● **REQUIRED ACTION**: Look at the entries below and restate word for word the lines from the first through the one that has "each step (M.".

● **RECORDS PROVIDED**:
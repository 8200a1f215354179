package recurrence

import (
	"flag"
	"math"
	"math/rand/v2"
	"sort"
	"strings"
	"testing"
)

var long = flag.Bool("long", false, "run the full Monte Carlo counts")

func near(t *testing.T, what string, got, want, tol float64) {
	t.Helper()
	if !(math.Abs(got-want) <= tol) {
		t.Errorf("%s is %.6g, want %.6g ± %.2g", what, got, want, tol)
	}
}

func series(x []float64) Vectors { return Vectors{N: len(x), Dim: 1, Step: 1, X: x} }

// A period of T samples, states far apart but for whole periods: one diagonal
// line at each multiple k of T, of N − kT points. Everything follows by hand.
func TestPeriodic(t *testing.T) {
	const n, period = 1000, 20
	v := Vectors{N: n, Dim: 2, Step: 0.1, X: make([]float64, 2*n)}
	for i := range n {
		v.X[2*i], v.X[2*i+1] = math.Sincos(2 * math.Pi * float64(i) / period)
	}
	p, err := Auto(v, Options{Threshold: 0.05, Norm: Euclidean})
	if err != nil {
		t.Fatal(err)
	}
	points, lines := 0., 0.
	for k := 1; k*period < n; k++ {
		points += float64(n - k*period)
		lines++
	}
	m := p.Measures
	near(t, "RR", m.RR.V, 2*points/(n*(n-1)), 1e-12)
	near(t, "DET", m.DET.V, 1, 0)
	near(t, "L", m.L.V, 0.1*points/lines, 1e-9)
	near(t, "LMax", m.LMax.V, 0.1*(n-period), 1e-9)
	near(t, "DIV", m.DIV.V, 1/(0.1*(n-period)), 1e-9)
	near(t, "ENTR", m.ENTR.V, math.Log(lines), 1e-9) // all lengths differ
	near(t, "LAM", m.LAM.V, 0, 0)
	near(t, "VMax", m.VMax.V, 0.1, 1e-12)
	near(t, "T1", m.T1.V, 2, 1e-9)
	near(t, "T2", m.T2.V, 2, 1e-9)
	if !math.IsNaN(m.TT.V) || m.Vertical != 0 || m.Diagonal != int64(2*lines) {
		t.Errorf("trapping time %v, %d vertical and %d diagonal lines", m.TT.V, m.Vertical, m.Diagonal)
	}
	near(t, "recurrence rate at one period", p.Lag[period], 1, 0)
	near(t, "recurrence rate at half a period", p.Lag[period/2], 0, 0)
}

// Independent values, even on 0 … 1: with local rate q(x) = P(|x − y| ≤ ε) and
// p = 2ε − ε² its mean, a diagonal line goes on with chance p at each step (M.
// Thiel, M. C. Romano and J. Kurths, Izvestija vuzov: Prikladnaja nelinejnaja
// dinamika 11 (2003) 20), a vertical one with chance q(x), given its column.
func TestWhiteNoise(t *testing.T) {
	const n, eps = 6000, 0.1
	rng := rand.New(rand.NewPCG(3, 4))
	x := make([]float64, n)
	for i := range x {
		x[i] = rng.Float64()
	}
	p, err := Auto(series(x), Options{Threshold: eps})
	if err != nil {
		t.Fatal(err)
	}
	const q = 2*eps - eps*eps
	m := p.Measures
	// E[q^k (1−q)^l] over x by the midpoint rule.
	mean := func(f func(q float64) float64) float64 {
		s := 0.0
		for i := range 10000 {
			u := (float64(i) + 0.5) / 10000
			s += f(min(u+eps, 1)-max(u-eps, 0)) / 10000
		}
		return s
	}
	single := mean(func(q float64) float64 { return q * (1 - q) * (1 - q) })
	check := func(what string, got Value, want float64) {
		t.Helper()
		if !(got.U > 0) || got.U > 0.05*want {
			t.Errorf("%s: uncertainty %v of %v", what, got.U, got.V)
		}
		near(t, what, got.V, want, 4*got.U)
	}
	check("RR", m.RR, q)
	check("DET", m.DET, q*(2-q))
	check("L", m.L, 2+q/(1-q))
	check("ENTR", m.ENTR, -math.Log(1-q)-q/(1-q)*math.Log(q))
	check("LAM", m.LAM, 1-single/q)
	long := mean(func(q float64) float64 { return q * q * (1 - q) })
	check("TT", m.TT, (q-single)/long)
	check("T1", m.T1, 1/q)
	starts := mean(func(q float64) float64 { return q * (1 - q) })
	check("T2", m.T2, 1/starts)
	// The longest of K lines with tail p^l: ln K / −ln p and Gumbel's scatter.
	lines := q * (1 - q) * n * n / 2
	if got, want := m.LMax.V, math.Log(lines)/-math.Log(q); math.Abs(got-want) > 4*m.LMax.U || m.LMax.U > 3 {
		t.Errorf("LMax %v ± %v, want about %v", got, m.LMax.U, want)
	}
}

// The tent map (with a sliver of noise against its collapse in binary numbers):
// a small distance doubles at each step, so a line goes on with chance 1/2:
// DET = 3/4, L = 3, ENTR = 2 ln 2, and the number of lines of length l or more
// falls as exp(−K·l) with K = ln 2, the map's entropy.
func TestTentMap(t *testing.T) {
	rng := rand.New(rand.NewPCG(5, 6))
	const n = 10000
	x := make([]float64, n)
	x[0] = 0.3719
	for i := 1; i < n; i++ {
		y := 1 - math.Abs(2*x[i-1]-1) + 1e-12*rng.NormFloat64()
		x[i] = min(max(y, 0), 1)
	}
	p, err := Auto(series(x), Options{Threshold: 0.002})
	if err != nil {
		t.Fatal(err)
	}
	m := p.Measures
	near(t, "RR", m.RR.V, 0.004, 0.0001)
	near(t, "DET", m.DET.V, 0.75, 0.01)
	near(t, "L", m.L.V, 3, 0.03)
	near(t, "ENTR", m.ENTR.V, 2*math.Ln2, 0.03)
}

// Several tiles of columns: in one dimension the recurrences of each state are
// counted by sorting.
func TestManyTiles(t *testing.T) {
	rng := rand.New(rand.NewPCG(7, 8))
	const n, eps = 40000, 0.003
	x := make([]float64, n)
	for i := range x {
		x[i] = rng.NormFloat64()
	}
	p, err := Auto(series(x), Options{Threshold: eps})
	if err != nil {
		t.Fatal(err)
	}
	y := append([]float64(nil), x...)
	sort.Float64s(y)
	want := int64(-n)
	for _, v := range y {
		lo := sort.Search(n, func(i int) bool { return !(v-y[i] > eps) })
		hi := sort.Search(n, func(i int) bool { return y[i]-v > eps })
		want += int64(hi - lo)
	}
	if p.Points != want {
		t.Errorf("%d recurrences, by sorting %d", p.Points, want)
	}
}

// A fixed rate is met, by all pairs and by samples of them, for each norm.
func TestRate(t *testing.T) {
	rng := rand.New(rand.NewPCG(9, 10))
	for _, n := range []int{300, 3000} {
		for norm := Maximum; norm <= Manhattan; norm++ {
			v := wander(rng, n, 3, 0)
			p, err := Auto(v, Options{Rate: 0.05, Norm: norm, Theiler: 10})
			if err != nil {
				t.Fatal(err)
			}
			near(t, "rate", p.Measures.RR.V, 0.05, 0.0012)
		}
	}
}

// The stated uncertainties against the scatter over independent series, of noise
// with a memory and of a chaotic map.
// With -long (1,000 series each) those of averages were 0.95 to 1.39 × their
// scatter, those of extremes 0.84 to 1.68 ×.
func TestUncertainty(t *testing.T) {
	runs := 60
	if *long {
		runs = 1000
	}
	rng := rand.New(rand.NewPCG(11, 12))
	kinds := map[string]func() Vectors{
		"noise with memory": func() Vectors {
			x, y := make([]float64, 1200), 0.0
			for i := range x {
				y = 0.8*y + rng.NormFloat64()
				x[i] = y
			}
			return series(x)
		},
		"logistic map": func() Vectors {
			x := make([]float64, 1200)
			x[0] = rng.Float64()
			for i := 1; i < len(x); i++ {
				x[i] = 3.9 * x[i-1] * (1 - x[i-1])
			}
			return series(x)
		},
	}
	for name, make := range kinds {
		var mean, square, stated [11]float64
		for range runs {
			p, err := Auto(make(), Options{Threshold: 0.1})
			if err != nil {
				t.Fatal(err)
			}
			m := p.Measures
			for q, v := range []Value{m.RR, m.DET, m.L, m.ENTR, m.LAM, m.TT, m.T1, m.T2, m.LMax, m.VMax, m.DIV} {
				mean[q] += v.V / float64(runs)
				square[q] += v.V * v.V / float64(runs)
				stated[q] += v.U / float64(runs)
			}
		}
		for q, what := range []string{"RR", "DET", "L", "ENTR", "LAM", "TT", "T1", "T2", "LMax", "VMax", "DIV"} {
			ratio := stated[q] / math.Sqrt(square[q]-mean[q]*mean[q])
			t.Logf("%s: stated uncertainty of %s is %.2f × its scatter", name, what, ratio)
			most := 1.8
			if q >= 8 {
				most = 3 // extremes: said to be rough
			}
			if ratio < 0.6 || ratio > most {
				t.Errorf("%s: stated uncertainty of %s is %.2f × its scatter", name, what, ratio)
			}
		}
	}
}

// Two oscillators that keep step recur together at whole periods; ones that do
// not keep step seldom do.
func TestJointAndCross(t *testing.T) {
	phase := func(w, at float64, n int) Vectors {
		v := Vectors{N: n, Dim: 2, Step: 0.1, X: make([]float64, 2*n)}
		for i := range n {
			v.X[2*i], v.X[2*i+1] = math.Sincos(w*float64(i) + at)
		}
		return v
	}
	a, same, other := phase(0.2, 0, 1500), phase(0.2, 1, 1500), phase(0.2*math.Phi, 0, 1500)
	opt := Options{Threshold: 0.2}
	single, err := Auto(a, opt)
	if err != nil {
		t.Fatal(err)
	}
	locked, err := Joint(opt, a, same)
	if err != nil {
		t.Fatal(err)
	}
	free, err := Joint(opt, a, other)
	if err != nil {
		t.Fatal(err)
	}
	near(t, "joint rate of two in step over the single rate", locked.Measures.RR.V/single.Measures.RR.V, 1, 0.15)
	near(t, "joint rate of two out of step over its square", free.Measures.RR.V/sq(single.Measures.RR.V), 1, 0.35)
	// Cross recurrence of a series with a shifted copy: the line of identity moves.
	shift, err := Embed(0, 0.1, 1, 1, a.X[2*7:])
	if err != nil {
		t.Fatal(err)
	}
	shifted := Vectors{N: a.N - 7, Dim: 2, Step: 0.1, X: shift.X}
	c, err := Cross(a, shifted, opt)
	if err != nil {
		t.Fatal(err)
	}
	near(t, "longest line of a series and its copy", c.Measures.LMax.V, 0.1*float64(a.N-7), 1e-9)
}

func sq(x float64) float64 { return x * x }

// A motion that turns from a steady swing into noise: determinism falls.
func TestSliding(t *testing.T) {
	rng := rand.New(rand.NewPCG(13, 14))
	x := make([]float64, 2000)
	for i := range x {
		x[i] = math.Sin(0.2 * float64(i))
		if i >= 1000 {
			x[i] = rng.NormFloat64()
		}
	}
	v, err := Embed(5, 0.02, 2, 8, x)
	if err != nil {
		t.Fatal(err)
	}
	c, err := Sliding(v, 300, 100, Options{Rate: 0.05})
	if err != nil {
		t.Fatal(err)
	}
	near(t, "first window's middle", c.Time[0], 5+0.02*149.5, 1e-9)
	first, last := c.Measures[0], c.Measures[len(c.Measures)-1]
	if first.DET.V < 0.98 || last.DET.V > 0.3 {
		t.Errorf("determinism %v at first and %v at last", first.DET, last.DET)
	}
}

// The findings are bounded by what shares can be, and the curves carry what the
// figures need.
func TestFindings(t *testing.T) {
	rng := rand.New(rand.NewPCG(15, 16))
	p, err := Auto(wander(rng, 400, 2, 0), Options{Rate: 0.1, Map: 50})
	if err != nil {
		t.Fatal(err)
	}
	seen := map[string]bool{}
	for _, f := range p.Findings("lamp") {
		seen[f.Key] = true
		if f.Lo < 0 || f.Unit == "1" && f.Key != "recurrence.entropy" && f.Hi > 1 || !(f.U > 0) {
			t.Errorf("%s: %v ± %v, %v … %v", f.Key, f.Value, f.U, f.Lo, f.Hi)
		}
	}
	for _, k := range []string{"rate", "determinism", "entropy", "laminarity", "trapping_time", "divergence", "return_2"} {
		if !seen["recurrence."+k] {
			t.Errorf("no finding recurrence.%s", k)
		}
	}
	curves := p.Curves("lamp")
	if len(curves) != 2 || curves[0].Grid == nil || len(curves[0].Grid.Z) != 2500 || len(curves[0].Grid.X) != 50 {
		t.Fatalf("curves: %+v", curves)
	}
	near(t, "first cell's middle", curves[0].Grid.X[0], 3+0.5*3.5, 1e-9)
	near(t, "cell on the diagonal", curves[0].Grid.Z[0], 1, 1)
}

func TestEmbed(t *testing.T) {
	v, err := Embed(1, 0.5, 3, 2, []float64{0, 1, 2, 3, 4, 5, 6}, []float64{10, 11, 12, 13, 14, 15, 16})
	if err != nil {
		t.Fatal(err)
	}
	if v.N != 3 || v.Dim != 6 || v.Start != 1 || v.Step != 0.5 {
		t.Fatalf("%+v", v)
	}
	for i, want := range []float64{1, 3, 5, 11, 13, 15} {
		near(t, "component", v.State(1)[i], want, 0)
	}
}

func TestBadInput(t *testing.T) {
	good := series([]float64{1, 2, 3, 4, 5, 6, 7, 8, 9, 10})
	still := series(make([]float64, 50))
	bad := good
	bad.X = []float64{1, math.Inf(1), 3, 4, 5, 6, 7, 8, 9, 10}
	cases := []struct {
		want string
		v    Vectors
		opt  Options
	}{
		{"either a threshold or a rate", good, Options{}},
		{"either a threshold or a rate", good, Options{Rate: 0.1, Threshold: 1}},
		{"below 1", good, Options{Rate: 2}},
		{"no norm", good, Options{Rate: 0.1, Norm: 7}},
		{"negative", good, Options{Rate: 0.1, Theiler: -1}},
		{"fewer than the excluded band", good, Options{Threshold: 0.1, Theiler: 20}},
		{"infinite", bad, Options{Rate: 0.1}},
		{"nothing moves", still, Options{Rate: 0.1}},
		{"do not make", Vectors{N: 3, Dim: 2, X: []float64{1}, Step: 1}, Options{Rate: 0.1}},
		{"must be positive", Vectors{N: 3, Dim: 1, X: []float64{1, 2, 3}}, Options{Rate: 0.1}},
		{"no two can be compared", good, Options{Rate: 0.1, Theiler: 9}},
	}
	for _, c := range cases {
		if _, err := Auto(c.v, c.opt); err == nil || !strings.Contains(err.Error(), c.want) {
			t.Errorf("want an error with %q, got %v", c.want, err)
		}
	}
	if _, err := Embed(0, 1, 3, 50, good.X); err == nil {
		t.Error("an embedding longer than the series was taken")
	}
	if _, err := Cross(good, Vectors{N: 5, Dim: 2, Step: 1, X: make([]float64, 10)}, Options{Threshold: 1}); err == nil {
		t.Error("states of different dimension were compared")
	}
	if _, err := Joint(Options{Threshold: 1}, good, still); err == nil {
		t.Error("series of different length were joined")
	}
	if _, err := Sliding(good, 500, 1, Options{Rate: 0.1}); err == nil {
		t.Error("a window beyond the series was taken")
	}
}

● **SOLVED PROBLEM**:
repository 8200a1f215354179
package recurrence

import (
	"flag"
	"math"
	"math/rand/v2"
	"sort"
	"strings"
	"testing"
)

var long = flag.Bool("long", false, "run the full Monte Carlo counts")

func near(t *testing.T, what string, got, want, tol float64) {
	t.Helper()
	if !(math.Abs(got-want) <= tol) {
		t.Errorf("%s is %.6g, want %.6g ± %.2g", what, got, want, tol)
	}
}

func series(x []float64) Vectors { return Vectors{N: len(x), Dim: 1, Step: 1, X: x} }

// A period of T samples, states far apart but for whole periods: one diagonal
// line at each multiple k of T, of N − kT points. Everything follows by hand.
func TestPeriodic(t *testing.T) {
	const n, period = 1000, 20
	v := Vectors{N: n, Dim: 2, Step: 0.1, X: make([]float64, 2*n)}
	for i := range n {
		v.X[2*i], v.X[2*i+1] = math.Sincos(2 * math.Pi * float64(i) / period)
	}
	p, err := Auto(v, Options{Threshold: 0.05, Norm: Euclidean})
	if err != nil {
		t.Fatal(err)
	}
	points, lines := 0., 0.
	for k := 1; k*period < n; k++ {
		points += float64(n - k*period)
		lines++
	}
	m := p.Measures
	near(t, "RR", m.RR.V, 2*points/(n*(n-1)), 1e-12)
	near(t, "DET", m.DET.V, 1, 0)
	near(t, "L", m.L.V, 0.1*points/lines, 1e-9)
	near(t, "LMax", m.LMax.V, 0.1*(n-period), 1e-9)
	near(t, "DIV", m.DIV.V, 1/(0.1*(n-period)), 1e-9)
	near(t, "ENTR", m.ENTR.V, math.Log(lines), 1e-9) // all lengths differ
	near(t, "LAM", m.LAM.V, 0, 0)
	near(t, "VMax", m.VMax.V, 0.1, 1e-12)
	near(t, "T1", m.T1.V, 2, 1e-9)
	near(t, "T2", m.T2.V, 2, 1e-9)
	if !math.IsNaN(m.TT.V) || m.Vertical != 0 || m.Diagonal != int64(2*lines) {
		t.Errorf("trapping time %v, %d vertical and %d diagonal lines", m.TT.V, m.Vertical, m.Diagonal)
	}
	near(t, "recurrence rate at one period", p.Lag[period], 1, 0)
	near(t, "recurrence rate at half a period", p.Lag[period/2], 0, 0)
}

// Independent values, even on 0 … 1: with local rate q(x) = P(|x − y| ≤ ε) and
// p = 2ε − ε² its mean, a diagonal line goes on with chance p at each step (M.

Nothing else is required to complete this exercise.